Mental illness is a sign of imbalance. It is generally treatable, manageable and usually reversible, given the right information, environment and support, but it does require an enormous amount of courage and self responsibility to turn things around. Essential to this is a feeling of being loved and being worthy enough to gather the resources that will restore wellness.

Caring for yourself when you have a mental illness

1. Acknowledge that you are struggling - often one of the most difficult steps as it requires awareness, humility and courage.

2. Seek support - reach out to people you trust and let them know how you're feeling. Engage a GP, psychologist, social worker or integrative health practitioner and build a network that holds you as you work to address key issues that led to where you are now.

3. Learn all you can about your condition. Read articles, attend appointments and support groups. Empower yourself with knowledge.

4. Keep a journal and learn to identify your triggers or high stress points.

5. Maintain a regular sleep, eating and exercise schedule and attend to any physical complaints you may have. Be kind and gentle with yourself.

6. Practice affirmations, keep a gratitude diary, acknowledge the love that surrounds you always- once you start looking for it, you may see that there is a lot more love available to you than you first thought.

"Be kind, for everyone you meet is fighting a battle you know nothing about"

How to help a loved one who has a mental illness

1. Talk to them!

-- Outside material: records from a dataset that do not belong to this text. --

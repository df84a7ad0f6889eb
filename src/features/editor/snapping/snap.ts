/**
 * Where a pointer (a ray from the camera) or a dragged point lands: on another profile's end point,
 * on a face centre line, on a slot line, or on the grid. Pure TypeScript, mm, no three.js.
 */
import type { DesignDocument } from '@/domain/design/schema';
import { addScaled, faceNormal, pointAlongProfile, sectionAxes, sub, dot, type ReadonlyVec3, type Vec3 } from '@/domain/geometry';
import { rayAxisPlane, rayPointApproach, raySegmentApproach, type Ray } from './rayMath';

export type { Ray } from './rayMath';

export type SnapKind = 'end' | 'face-centre' | 'slot-line' | 'grid';

export interface SnapResult {
  point: Vec3;
  kind: SnapKind;
  /** The profile snapped to (not set for the grid). */
  profileId?: string;
  /** Slot face 0..3 of that profile, for face-centre and slot-line snaps. */
  face?: number;
  /** Gap between the pointer and the target, mm (0 for the grid). */
  distance: number;
}

export interface SnapOptions {
  /** Grid step, mm (e.g. 10, or 25.4 for a 1 in grid). */
  grid: number;
  /** How close (mm, in the world) the pointer must pass a target to take it. */
  tolerance: number;
  /** Profiles to ignore, such as the ones being moved. */
  excludeIds?: readonly string[];
  /** Positions along a profile line are rounded to this step from its start, mm (default: not rounded). */
  alongStep?: number;
  /** The work plane a ray falls back to: world axis and offset, mm (default y = 0, the floor). */
  plane?: { axis: 0 | 1 | 2; value: number };
}

/** The part of the catalogue snapping needs: each variant's section size. */
export interface SnapCatalogue {
  variants: ReadonlyArray<{ id: string; width: number; height: number }>;
}

export interface LineTarget {
  profileId: string;
  face: number;
  kind: 'face-centre' | 'slot-line';
  /** Outward normal of the face the line lies on. */
  normal: Vec3;
  a: Vec3;
  b: Vec3;
  length: number;
}

/** Snaps a pointer ray or a point to the nearest design feature, falling back to the grid. */
export function snapPoint(input: Ray | ReadonlyVec3, design: DesignDocument, catalogue: SnapCatalogue, opts: SnapOptions): SnapResult {
  const ray = isRay(input) ? input : null;
  const point = isRay(input) ? null : input;
  const gap = (p: ReadonlyVec3) => (ray ? rayPointApproach(ray, p).distance : distance3(point!, p));
  const exclude = new Set(opts.excludeIds ?? []);
  const sizes = new Map(catalogue.variants.map((v) => [v.id, v]));

  // End points win whenever one is within tolerance: joints happen at ends.
  let bestEnd: SnapResult | null = null;
  for (const profile of design.profiles) {
    if (exclude.has(profile.id)) continue;
    for (const end of [profile.start, pointAlongProfile(profile, profile.length)]) {
      const d = gap(end);
      if (d <= opts.tolerance && (!bestEnd || d < bestEnd.distance)) {
        bestEnd = { point: [end[0], end[1], end[2]], kind: 'end', profileId: profile.id, distance: d };
      }
    }
  }
  if (bestEnd) return bestEnd;

  let bestLine: SnapResult | null = null;
  for (const profile of design.profiles) {
    if (exclude.has(profile.id)) continue;
    const size = sizes.get(profile.variantId);
    if (!size) continue;
    for (const line of profileLines(profile, size.width, size.height)) {
      // A face turned away from the camera is hidden behind its own profile.
      if (ray && dot(line.normal, ray.direction) > 1e-9) continue;
      const s = ray ? raySegmentApproach(ray, line.a, line.b).s : segmentParameter(point!, line.a, line.b);
      const along = roundAlong(s * line.length, opts.alongStep, line.length);
      const onLine = addScaled(line.a, sub(line.b, line.a), line.length === 0 ? 0 : along / line.length);
      const d = gap(onLine);
      if (d > opts.tolerance) continue;
      // Face centre lines win a tie over slot lines on the same face.
      const better = !bestLine || d < bestLine.distance - 1e-6 || (Math.abs(d - bestLine.distance) <= 1e-6 && line.kind === 'face-centre' && bestLine.kind !== 'face-centre');
      if (better) bestLine = { point: onLine, kind: line.kind, profileId: profile.id, face: line.face, distance: d };
    }
  }
  if (bestLine) return bestLine;

  return { point: gridPoint(ray, point, opts), kind: 'grid', distance: 0 };
}

/**
 * The lines a profile offers: the centre line of each of its four faces, plus a slot line at every
 * cell centre of a face that spans more than one cell (the 80 mm faces of a 40 × 80).
 */
export function profileLines(
  profile: DesignDocument['profiles'][number],
  width: number,
  height: number,
): LineTarget[] {
  const axes = sectionAxes(profile.direction, profile.rollDeg ?? 0);
  const end = pointAlongProfile(profile, profile.length);
  const cell = Math.min(width, height);
  const lines: LineTarget[] = [];
  for (let face = 0; face < 4; face++) {
    const normal = faceNormal(axes, face);
    const depth = face % 2 === 0 ? width / 2 : height / 2;
    const span = face % 2 === 0 ? height : width;
    const spanDir = face % 2 === 0 ? axes.v : axes.u;
    const offset = (base: ReadonlyVec3, across: number) => addScaled(addScaled(base, normal, depth), spanDir, across);
    lines.push({ profileId: profile.id, face, kind: 'face-centre', normal, a: offset(profile.start, 0), b: offset(end, 0), length: profile.length });
    const cells = Math.max(1, Math.round(span / cell));
    if (cells < 2) continue;
    for (let i = 0; i < cells; i++) {
      const across = -span / 2 + cell * (i + 0.5);
      if (Math.abs(across) < 1e-6) continue;
      lines.push({ profileId: profile.id, face, kind: 'slot-line', normal, a: offset(profile.start, across), b: offset(end, across), length: profile.length });
    }
  }
  return lines;
}

function gridPoint(ray: Ray | null, point: ReadonlyVec3 | null, opts: SnapOptions): Vec3 {
  const g = opts.grid > 0 ? opts.grid : 1;
  const round = (x: number) => Math.round(x / g) * g + 0; // + 0 turns -0 into 0
  if (point) return [round(point[0]), round(point[1]), round(point[2])];
  const plane = opts.plane ?? { axis: 1, value: 0 };
  const hit = rayAxisPlane(ray!, plane.axis, plane.value);
  // Looking away from the work plane: fall back to the point under the camera.
  const p: Vec3 = hit ?? [ray!.origin[0], ray!.origin[1], ray!.origin[2]];
  const out: Vec3 = [round(p[0]), round(p[1]), round(p[2])];
  out[plane.axis] = plane.value;
  return out;
}

function roundAlong(along: number, step: number | undefined, length: number): number {
  if (!step || step <= 0) return along;
  return Math.min(length, Math.max(0, Math.round(along / step) * step));
}

function segmentParameter(p: ReadonlyVec3, a: ReadonlyVec3, b: ReadonlyVec3): number {
  const ab = sub(b, a);
  const lenSq = dot(ab, ab);
  if (lenSq === 0) return 0;
  return Math.min(1, Math.max(0, dot(sub(p, a), ab) / lenSq));
}

function distance3(a: ReadonlyVec3, b: ReadonlyVec3): number {
  return Math.hypot(a[0] - b[0], a[1] - b[1], a[2] - b[2]);
}

function isRay(input: Ray | ReadonlyVec3): input is Ray {
  return !Array.isArray(input) && typeof input === 'object' && 'origin' in input;
}
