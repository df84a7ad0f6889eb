/**
 * Slotwise's own parametric T-slot cross-section, drawn as a light extrusion: thin outer walls,
 * one T-slot (opening, lips, undercut chamber with a tapered floor) centred on every cell face, a
 * thin-walled centre tube, diagonal webs from the tube to the corners, and hollow cells between
 * them. mm, centred on the origin; local x = width, local y = height; cells are stacked along y.
 * Outline counter-clockwise, holes clockwise. Where two cells meet, the face between them carries a
 * closed hollow in place of the two slots, so there is no solid bridge.
 *
 * Wall thicknesses are shares of the cell size (our own drawing, tuned so mass per metre and second
 * moments land near typical light profiles of each size; see docs/engineering.md and the catalogue
 * tests for the figures).
 */
import type { Point2 } from '../structure/sectionProperties';

export interface SlotDrawing {
  /** Cell size (square), mm. */
  cellSize: number;
  slotOpening: number;
  lipThickness: number;
  chamberWidth: number;
  slotDepth: number;
  centreBoreDiameter: number;
}

const BORE_SEGMENTS = 16;
const ARC_SEGMENTS = 4;
/** Share of the chamber depth (below the lips) that has straight sides before the floor tapers. */
const CHAMBER_STRAIGHT_SHARE = 0.35;
/** Half-width of the chamber floor as a share of the slot opening's half-width. */
const FLOOR_SHARE = 0.8;
/** Wall thicknesses as shares of the cell size (our own drawing). */
export const WALL_SHARES = {
  /** Outer wall behind the faces, beside the slot. */
  outer: 0.038,
  /** Chamber side and floor walls. */
  chamber: 0.032,
  /** Diagonal webs, measured across the web. */
  web: 0.035,
  /** Centre tube wall around the bore. */
  tube: 0.04,
} as const;

/**
 * Double-cell profiles are drawn with thinner walls than two square ones side by side: typical
 * light 40 x 80 profiles weigh less than two 40 x 40 (figures in docs/engineering.md, from memory).
 */
export const DOUBLE_CELL_WALL_SCALE = 0.7;

type P = [number, number];

/** Slot points in face coordinates: u along the direction of travel, v inward from the face. */
function slotPoints(d: SlotDrawing): P[] {
  const w = d.slotOpening / 2;
  const c = d.chamberWidth / 2;
  const t = d.lipThickness;
  const straight = t + (d.slotDepth - t) * CHAMBER_STRAIGHT_SHARE;
  const floor = w * FLOOR_SHARE;
  return [
    [-w, 0],
    [-w, t],
    [-c, t],
    [-c, straight],
    [-floor, d.slotDepth],
    [floor, d.slotDepth],
    [c, straight],
    [c, t],
    [w, t],
    [w, 0],
  ];
}

/**
 * Outer outline of `cells` square cells stacked along y. Walks counter-clockwise face by face,
 * dropping a slot into every cell face it passes.
 */
function outline(d: SlotDrawing, cells: number): Point2[] {
  const hw = d.cellSize / 2;
  const hh = (d.cellSize * cells) / 2;
  const chamfer = d.cellSize * 0.02;
  const cellCentres = Array.from({ length: cells }, (_, i) => -hh + d.cellSize * (i + 0.5));
  const slot = slotPoints(d);
  const points: Point2[] = [];
  const faces: { from: P; along: P; inward: P; length: number; slots: number[] }[] = [
    { from: [hw, -hh], along: [0, 1], inward: [-1, 0], length: 2 * hh, slots: cellCentres.map((y) => y + hh) },
    { from: [hw, hh], along: [-1, 0], inward: [0, -1], length: 2 * hw, slots: [hw] },
    { from: [-hw, hh], along: [0, -1], inward: [1, 0], length: 2 * hh, slots: cellCentres.map((y) => hh - y).reverse() },
    { from: [-hw, -hh], along: [1, 0], inward: [0, 1], length: 2 * hw, slots: [hw] },
  ];
  for (const f of faces) {
    const at = (s: number, v: number): Point2 => [f.from[0] + f.along[0] * s + f.inward[0] * v, f.from[1] + f.along[1] * s + f.inward[1] * v];
    points.push(at(chamfer, 0));
    for (const s of f.slots) for (const [u, v] of slot) points.push(at(s + u, v));
    points.push(at(f.length - chamfer, 0));
  }
  return points.map(([x, y]) => [round(x), round(y)] as Point2);
}

function circle(cx: number, cy: number, r: number): Point2[] {
  // Clockwise, as a hole.
  return Array.from({ length: BORE_SEGMENTS }, (_, i) => {
    const a = (-2 * Math.PI * i) / BORE_SEGMENTS;
    return [round(cx + r * Math.cos(a)), round(cy + r * Math.sin(a))] as Point2;
  });
}

/** Intersection of the lines p1 + s·d1 and p2 + t·d2, or null when parallel. */
function intersect(p1: P, d1: P, p2: P, d2: P): P | null {
  const det = d1[0] * d2[1] - d1[1] * d2[0];
  if (Math.abs(det) < 1e-12) return null;
  const s = ((p2[0] - p1[0]) * d2[1] - (p2[1] - p1[1]) * d2[0]) / det;
  return [p1[0] + s * d1[0], p1[1] + s * d1[1]];
}

/** Signed area (positive counter-clockwise). */
function signedArea(points: P[]): number {
  let a = 0;
  for (let i = 0; i < points.length; i++) {
    const p = points[i];
    const q = points[(i + 1) % points.length];
    a += p[0] * q[1] - q[0] * p[1];
  }
  return a / 2;
}

/**
 * The hollows of one half-quadrant, in cell coordinates with the slot face at y = +h and the
 * corner at (+h, +h); the diagonal web runs along y = x. `innerFace` marks a face shared with the
 * next cell (half the outer wall on each side, no lip).
 */
function halfQuadrantHollows(d: SlotDrawing, innerFace: boolean, scale: number): P[][] {
  const h = d.cellSize / 2;
  const tw = d.cellSize * WALL_SHARES.outer * scale * (innerFace ? 0.5 : 1);
  const tc = d.cellSize * WALL_SHARES.chamber * scale;
  const e = (d.cellSize * WALL_SHARES.web * scale) / 2 / Math.SQRT1_2; // vertical offset of the web face from y = x
  const c = d.chamberWidth / 2;
  const lip = innerFace ? 0 : d.lipThickness;
  const hollows: P[][] = [];

  // Corner hollow: right of the chamber wall, under the outer wall, above the diagonal web.
  const xLeft = c + tc;
  const yTop = h - Math.max(tw, innerFace ? 0 : 0);
  const corner: P[] = [
    [xLeft, yTop],
    [xLeft, xLeft + e],
    [yTop - e, yTop],
  ];
  if (yTop - e - xLeft > 0.5 && yTop > lip) hollows.push(corner);

  // Wedge hollow: under the chamber floor, above the diagonal web, outside the centre tube.
  const yStraight = h - (lip + (d.slotDepth - lip) * CHAMBER_STRAIGHT_SHARE);
  const f = (d.slotOpening / 2) * FLOOR_SHARE;
  const yFloor = h - d.slotDepth;
  const floorDir: P = [f - c, yFloor - yStraight];
  const len = Math.hypot(floorDir[0], floorDir[1]);
  const normal: P = [-floorDir[1] / len, floorDir[0] / len]; // points away from the chamber (down-right)
  const floorOffset: P = [c + normal[0] * tc, yStraight + normal[1] * tc];
  const apex = intersect(floorOffset, floorDir, [0, e], [1, 1]);
  const flatY = yFloor - tc;
  const rTube = d.centreBoreDiameter / 2 + d.cellSize * WALL_SHARES.tube * scale;
  const xAxis = tc / 2;
  if (apex && flatY > rTube + 0.3 && apex[1] > flatY) {
    const q1 = intersect(floorOffset, floorDir, [0, flatY], [1, 0]);
    // Where the web face y = x + e meets the tube circle x² + y² = r².
    const disc = 2 * rTube * rTube - e * e;
    if (q1 && disc > 0 && q1[0] > xAxis) {
      const xc = (-e + Math.sqrt(disc)) / 2;
      const webOnTube: P = [xc, xc + e];
      const yAxisOnTube = Math.sqrt(Math.max(0, rTube * rTube - xAxis * xAxis));
      const start = Math.atan2(yAxisOnTube, xAxis);
      const end = Math.atan2(webOnTube[1], webOnTube[0]);
      const arc: P[] = [];
      for (let i = 0; i <= ARC_SEGMENTS; i++) {
        const a = start + ((end - start) * i) / ARC_SEGMENTS;
        arc.push([rTube * Math.cos(a), rTube * Math.sin(a)]);
      }
      // Past the chamber wall (x = c) the wedge stops, leaving a wall of tc to the corner hollow.
      const top: P[] = apex[0] > c ? [[c, c + e], intersect(floorOffset, floorDir, [c, 0], [0, 1])!] : [apex];
      const wedge: P[] = [...top, q1, [xAxis, flatY], ...arc];
      if (apex[0] > webOnTube[0] && top[top.length - 1][1] > c + e - 1e-9 && Math.abs(signedArea(wedge)) > 0.5) hollows.push(wedge);
    }
  }
  return hollows;
}

/** A closed hollow in place of the two slots where cells meet (centred on y = 0 of the joint). */
function jointHollow(d: SlotDrawing): P[] {
  const c = d.chamberWidth / 2;
  const f = (d.slotOpening / 2) * FLOOR_SHARE;
  const s = d.slotDepth * CHAMBER_STRAIGHT_SHARE;
  const depth = d.slotDepth;
  return [
    [-f, -depth],
    [f, -depth],
    [c, -s],
    [c, s],
    [f, depth],
    [-f, depth],
    [-c, s],
    [-c, -s],
  ];
}

/** Maps a point from the half-quadrant frame (slot face +y, corner +x+y) into the cell. */
type Transform = (p: P) => P;

export function drawCrossSection(d: SlotDrawing, cells: 1 | 2): { outline: Point2[]; holes: Point2[][] } {
  const hh = (d.cellSize * cells) / 2;
  const holes: Point2[][] = [];
  const addHole = (points: P[], map: Transform) => {
    const mapped = points.map(map);
    // Holes clockwise whatever the mirror.
    const ordered = signedArea(mapped) > 0 ? mapped.reverse() : mapped;
    holes.push(ordered.map(([x, y]) => [round(x), round(y)] as Point2));
  };
  for (let i = 0; i < cells; i++) {
    const cy = -hh + d.cellSize * (i + 0.5);
    holes.push(circle(0, cy, d.centreBoreDiameter / 2));
    const topInner = i < cells - 1;
    const bottomInner = i > 0;
    // Eight half-quadrants: for each face (top, bottom, right, left) and each side of its slot.
    const faces: { inner: boolean; map: Transform }[] = [
      { inner: topInner, map: ([x, y]) => [x, cy + y] },
      { inner: topInner, map: ([x, y]) => [-x, cy + y] },
      { inner: bottomInner, map: ([x, y]) => [x, cy - y] },
      { inner: bottomInner, map: ([x, y]) => [-x, cy - y] },
      { inner: false, map: ([x, y]) => [y, cy + x] },
      { inner: false, map: ([x, y]) => [y, cy - x] },
      { inner: false, map: ([x, y]) => [-y, cy + x] },
      { inner: false, map: ([x, y]) => [-y, cy - x] },
    ];
    for (const face of faces) for (const hollow of halfQuadrantHollows(d, face.inner, cells === 2 ? DOUBLE_CELL_WALL_SCALE : 1)) addHole(hollow, face.map);
  }
  for (let i = 1; i < cells; i++) {
    const y0 = -hh + d.cellSize * i;
    addHole(jointHollow(d), ([x, y]) => [x, y0 + y]);
  }
  return { outline: outline(d, cells), holes };
}

function round(v: number): number {
  return Math.round(v * 1e4) / 1e4;
}
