/**
 * The default catalogue and lookups. `get*` return undefined for an unknown id; `require*`
 * throw with a message naming the id. Prices are demo prices, invented.
 */
import { alloys, getAlloy } from './materials';
import { panelMaterialSpecs } from './materials';
import { buildConnectors } from './connectors';
import { buildFasteners } from './fasteners';
import { buildAccessories, buildPanelMaterials, buildPriceList, buildTNuts } from './parts';
import { profileSystems } from './systems';
import type {
  AccessoryPart,
  Catalogue,
  Connector,
  ConnectorFastenerUse,
  Fastener,
  PanelMaterial,
  ProfileSystem,
  ProfileVariant,
  ScrewHead,
  TNutKind,
  TNutPart,
} from './types';
import type { AccessoryKind, JointKind } from './partKinds';
import { buildVariants } from './variants';

export * from './types';
export { applySectionOverrides, massPerMetre } from './variants';
export { panelPricePerSquareMetre, DEMO_PRICE_NOTE } from './parts';
export { SYSTEM_PREFIX, squareVariantId } from './systems';
export { fastenerId } from './fasteners';

function buildDefaultCatalogue(): Catalogue {
  const systems = profileSystems;
  const variants = buildVariants(systems, (id) => getAlloy(id).density);
  return {
    systems,
    variants,
    connectors: buildConnectors(systems),
    fasteners: buildFasteners(),
    tNuts: buildTNuts(systems),
    panelMaterials: buildPanelMaterials(panelMaterialSpecs),
    accessories: buildAccessories(systems),
    alloys,
    prices: buildPriceList(variants),
  };
}

export const defaultCatalogue: Catalogue = buildDefaultCatalogue();

const find = <T extends { id: string }>(list: T[], id: string): T | undefined => list.find((x) => x.id === id);

export function getSystem(catalogue: Catalogue, id: string): ProfileSystem | undefined {
  return find(catalogue.systems, id);
}
export function getVariant(catalogue: Catalogue, id: string): ProfileVariant | undefined {
  return find(catalogue.variants, id);
}
export function getConnector(catalogue: Catalogue, id: string): Connector | undefined {
  return find(catalogue.connectors, id);
}
export function getFastener(catalogue: Catalogue, id: string): Fastener | undefined {
  return find(catalogue.fasteners, id);
}
export function getTNut(catalogue: Catalogue, id: string): TNutPart | undefined {
  return find(catalogue.tNuts, id);
}
export function getPanelMaterial(catalogue: Catalogue, id: string): PanelMaterial | undefined {
  return find(catalogue.panelMaterials, id);
}
export function getAccessoryPart(catalogue: Catalogue, id: string): AccessoryPart | undefined {
  return find(catalogue.accessories, id);
}

function required<T>(value: T | undefined, what: string, id: string): T {
  if (value === undefined) throw new Error(`The catalogue has no ${what} "${id}"`);
  return value;
}
export const requireSystem = (c: Catalogue, id: string) => required(getSystem(c, id), 'profile system', id);
export const requireVariant = (c: Catalogue, id: string) => required(getVariant(c, id), 'profile variant', id);
export const requireConnector = (c: Catalogue, id: string) => required(getConnector(c, id), 'connector', id);

/** Variants of one system, square first. */
export function variantsForSystem(catalogue: Catalogue, systemId: string): ProfileVariant[] {
  return catalogue.variants.filter((v) => v.systemId === systemId).sort((a, b) => a.cells - b.cells);
}

/** The system's connector of a joint kind (each system has one of each kind). */
export function connectorFor(catalogue: Catalogue, systemId: string, kind: JointKind): Connector | undefined {
  return catalogue.connectors.find((c) => c.kind === kind && c.systemIds.includes(systemId as ProfileSystem['id']));
}

/** The system's accessory of a kind. */
export function accessoryFor(catalogue: Catalogue, systemId: string, kind: AccessoryKind): AccessoryPart | undefined {
  return catalogue.accessories.find((a) => a.kind === kind && a.systemIds.includes(systemId as ProfileSystem['id']));
}

/** The system's T-nut of a kind. */
export function tNutFor(catalogue: Catalogue, systemId: string, kind: TNutKind): TNutPart | undefined {
  return catalogue.tNuts.find((t) => t.systemId === systemId && t.kind === kind);
}

/** The same screw (size, length) with another head; falls back to the listed fastener. */
export function fastenerWithHead(catalogue: Catalogue, fastenerIdToMatch: string, head: ScrewHead): Fastener | undefined {
  const base = getFastener(catalogue, fastenerIdToMatch);
  if (!base) return undefined;
  return (
    catalogue.fasteners.find((f) => f.head === head && f.size === base.size && Math.abs(f.length - base.length) < 0.01) ?? base
  );
}

/**
 * Screws one connector uses with the joint's chosen head. Screws into a tapped end keep their
 * socket head (a button head does not fit a counterbore key reach), slot screws follow the choice.
 */
export function connectorFasteners(
  catalogue: Catalogue,
  connector: Connector,
  head: ScrewHead,
): { fastener: Fastener; quantity: number }[] {
  return connector.fasteners.flatMap((use: ConnectorFastenerUse) => {
    const listed = getFastener(catalogue, use.fastenerId);
    if (!listed) return [];
    const fastener = listed.head === 'socket' ? listed : (fastenerWithHead(catalogue, use.fastenerId, head) ?? listed);
    return [{ fastener, quantity: use.quantity }];
  });
}

/** The system a variant belongs to. */
export function systemOfVariant(catalogue: Catalogue, variantId: string): ProfileSystem | undefined {
  const v = getVariant(catalogue, variantId);
  return v ? getSystem(catalogue, v.systemId) : undefined;
}
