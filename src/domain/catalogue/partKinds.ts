/** The kinds of machining, joints and accessories the catalogue offers; the design document uses these words. */
import { z } from 'zod';

export const machiningKindSchema = z.enum(['access-counterbore', 'access-hole', 'end-tap', 'drill']);
export type MachiningKind = z.infer<typeof machiningKindSchema>;

export const jointKindSchema = z.enum([
  'corner-bracket',
  'gusset-plate',
  'concealed-connector',
  'end-screw',
  'corner-cube',
  'hinge',
]);
export type JointKind = z.infer<typeof jointKindSchema>;

export const accessoryKindSchema = z.enum([
  'leveling-foot',
  'caster',
  'end-cap',
  'door-track',
  'handle',
  'latch',
  'hinge',
  'gasket',
  'slot-cover',
]);
export type AccessoryKind = z.infer<typeof accessoryKindSchema>;
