/**
 * Slotwise's own parametric T-slot cross-section: an outer rectangle of square cells, one T-slot
 * (opening, lips, undercut chamber with a tapered floor) centred on every cell face, a centre bore
 * per cell and a hollow core in each cell corner. mm, centred on the origin; local x = width,
 * local y = height; cells are stacked along y. Outline counter-clockwise, holes clockwise.
 */
import type { Point2 } from '../structure/sectionProperties';

export interface SlotDrawing {
  /** Cell size (square), mm. */
  cellSize: number;
  slotOpening: number;
  lipThickness: number;
  chamberWidth: number;
  slotDepth: number;
  centreBoreDiameter: number;
}

const BORE_SEGMENTS = 16;
/** Share of the chamber depth (below the lips) that has straight sides before the floor tapers. */
const CHAMBER_STRAIGHT_SHARE = 0.35;
/** Web between a slot chamber and a corner core, as a share of the cell size (our own drawing). */
const CORE_WEB_SHARE = 0.04;

/** Slot points in face coordinates: u along the direction of travel, v inward from the face. */
function slotPoints(d: SlotDrawing): [number, number][] {
  const w = d.slotOpening / 2;
  const c = d.chamberWidth / 2;
  const t = d.lipThickness;
  const straight = t + (d.slotDepth - t) * CHAMBER_STRAIGHT_SHARE;
  const floor = w * 0.8;
  return [
    [-w, 0],
    [-w, t],
    [-c, t],
    [-c, straight],
    [-floor, d.slotDepth],
    [floor, d.slotDepth],
    [c, straight],
    [c, t],
    [w, t],
    [w, 0],
  ];
}

/**
 * Outer outline of `cells` square cells stacked along y. Walks counter-clockwise face by face,
 * dropping a slot into every cell face it passes.
 */
function outline(d: SlotDrawing, cells: number): Point2[] {
  const hw = d.cellSize / 2;
  const hh = (d.cellSize * cells) / 2;
  const chamfer = d.cellSize * 0.02;
  const cellCentres = Array.from({ length: cells }, (_, i) => -hh + d.cellSize * (i + 0.5));
  const slot = slotPoints(d);
  const points: Point2[] = [];
  // Each face: start corner, travel direction, inward normal, slot centres along the travel.
  const faces: { from: [number, number]; along: [number, number]; inward: [number, number]; length: number; slots: number[] }[] = [
    { from: [hw, -hh], along: [0, 1], inward: [-1, 0], length: 2 * hh, slots: cellCentres.map((y) => y + hh) },
    { from: [hw, hh], along: [-1, 0], inward: [0, -1], length: 2 * hw, slots: [hw] },
    { from: [-hw, hh], along: [0, -1], inward: [1, 0], length: 2 * hh, slots: cellCentres.map((y) => hh - y).reverse() },
    { from: [-hw, -hh], along: [1, 0], inward: [0, 1], length: 2 * hw, slots: [hw] },
  ];
  for (const f of faces) {
    const at = (s: number, v: number): Point2 => [
      f.from[0] + f.along[0] * s + f.inward[0] * v,
      f.from[1] + f.along[1] * s + f.inward[1] * v,
    ];
    points.push(at(chamfer, 0));
    for (const s of f.slots) for (const [u, v] of slot) points.push(at(s + u, v));
    points.push(at(f.length - chamfer, 0));
  }
  return points.map(([x, y]) => [round(x), round(y)] as Point2);
}

function circle(cx: number, cy: number, r: number): Point2[] {
  // Clockwise, as a hole.
  return Array.from({ length: BORE_SEGMENTS }, (_, i) => {
    const a = (-2 * Math.PI * i) / BORE_SEGMENTS;
    return [round(cx + r * Math.cos(a)), round(cy + r * Math.sin(a))] as Point2;
  });
}

/** Hollow core in one cell corner, between the two slot chambers and the outer walls. */
function cornerCore(d: SlotDrawing, cx: number, cy: number, sx: number, sy: number): Point2[] | null {
  const inner = d.chamberWidth / 2 + d.cellSize * CORE_WEB_SHARE;
  const outer = d.cellSize / 2 - d.lipThickness;
  if (outer - inner < 1) return null;
  const cut = (outer - inner) * 0.35;
  const local: [number, number][] = [
    [inner + cut, inner],
    [outer, inner],
    [outer, outer],
    [inner, outer],
    [inner, inner + cut],
  ];
  const pts = local.map(([x, y]) => [round(cx + sx * x), round(cy + sy * y)] as Point2);
  // Keep holes clockwise whatever the mirror.
  return sx * sy > 0 ? pts.reverse() : pts;
}

export function drawCrossSection(d: SlotDrawing, cells: 1 | 2): { outline: Point2[]; holes: Point2[][] } {
  const hh = (d.cellSize * cells) / 2;
  const holes: Point2[][] = [];
  for (let i = 0; i < cells; i++) {
    const cy = -hh + d.cellSize * (i + 0.5);
    holes.push(circle(0, cy, d.centreBoreDiameter / 2));
    for (const [sx, sy] of [
      [1, 1],
      [-1, 1],
      [-1, -1],
      [1, -1],
    ] as const) {
      const core = cornerCore(d, 0, cy, sx, sy);
      if (core) holes.push(core);
    }
  }
  return { outline: outline(d, cells), holes };
}

function round(v: number): number {
  return Math.round(v * 1e4) / 1e4;
}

Avoiding your friend or family member will add to their sense of shame and isolation. You may like to start by explaining what you've noticed or what you are concerned about and suggest seeking support together.

2. Educate yourself. Learn what you can about the particular condition/s your loved one has. Do not make assumptions and do not attempt to diagnose. Find out what's really going on by engaging with your loved one (and their support network if you have their permission). Reading articles, attending appointments with them etc. show that you care for and value the person.

3. Engage in your own self care practices. Caring for someone with any form of illness can be extremely difficult. Make sure that you take time to nurture yourself and seek the support that you need too. If you need to step back from the situation for a while, explain this to your friend or family member first (acknowledging that you still love them) and make sure that they have other people/ services that they can call on while you refill your own bucket.

4. Continue to include them when you can - meet for a walk or movie or invite them for coffee with a group of friends. They are not contagious! Even if they say no, the invitation will show that you haven't given up on them.

5. Remember that you do not have to 'fix' or solve anything and you do not have to have the answers. Simply being present can be the greatest gift to a person in need.

We are all responsible for our own health and happiness, but we are also all vulnerable to the stresses of life. Mental illness does not discriminate, people do. We each have the power to enact a little more kindness, to ask 'are you ok?', to show someone that we love and care for them, to offer our presence, to embody the spirit of Ubuntu. The magic of love lives within each of us.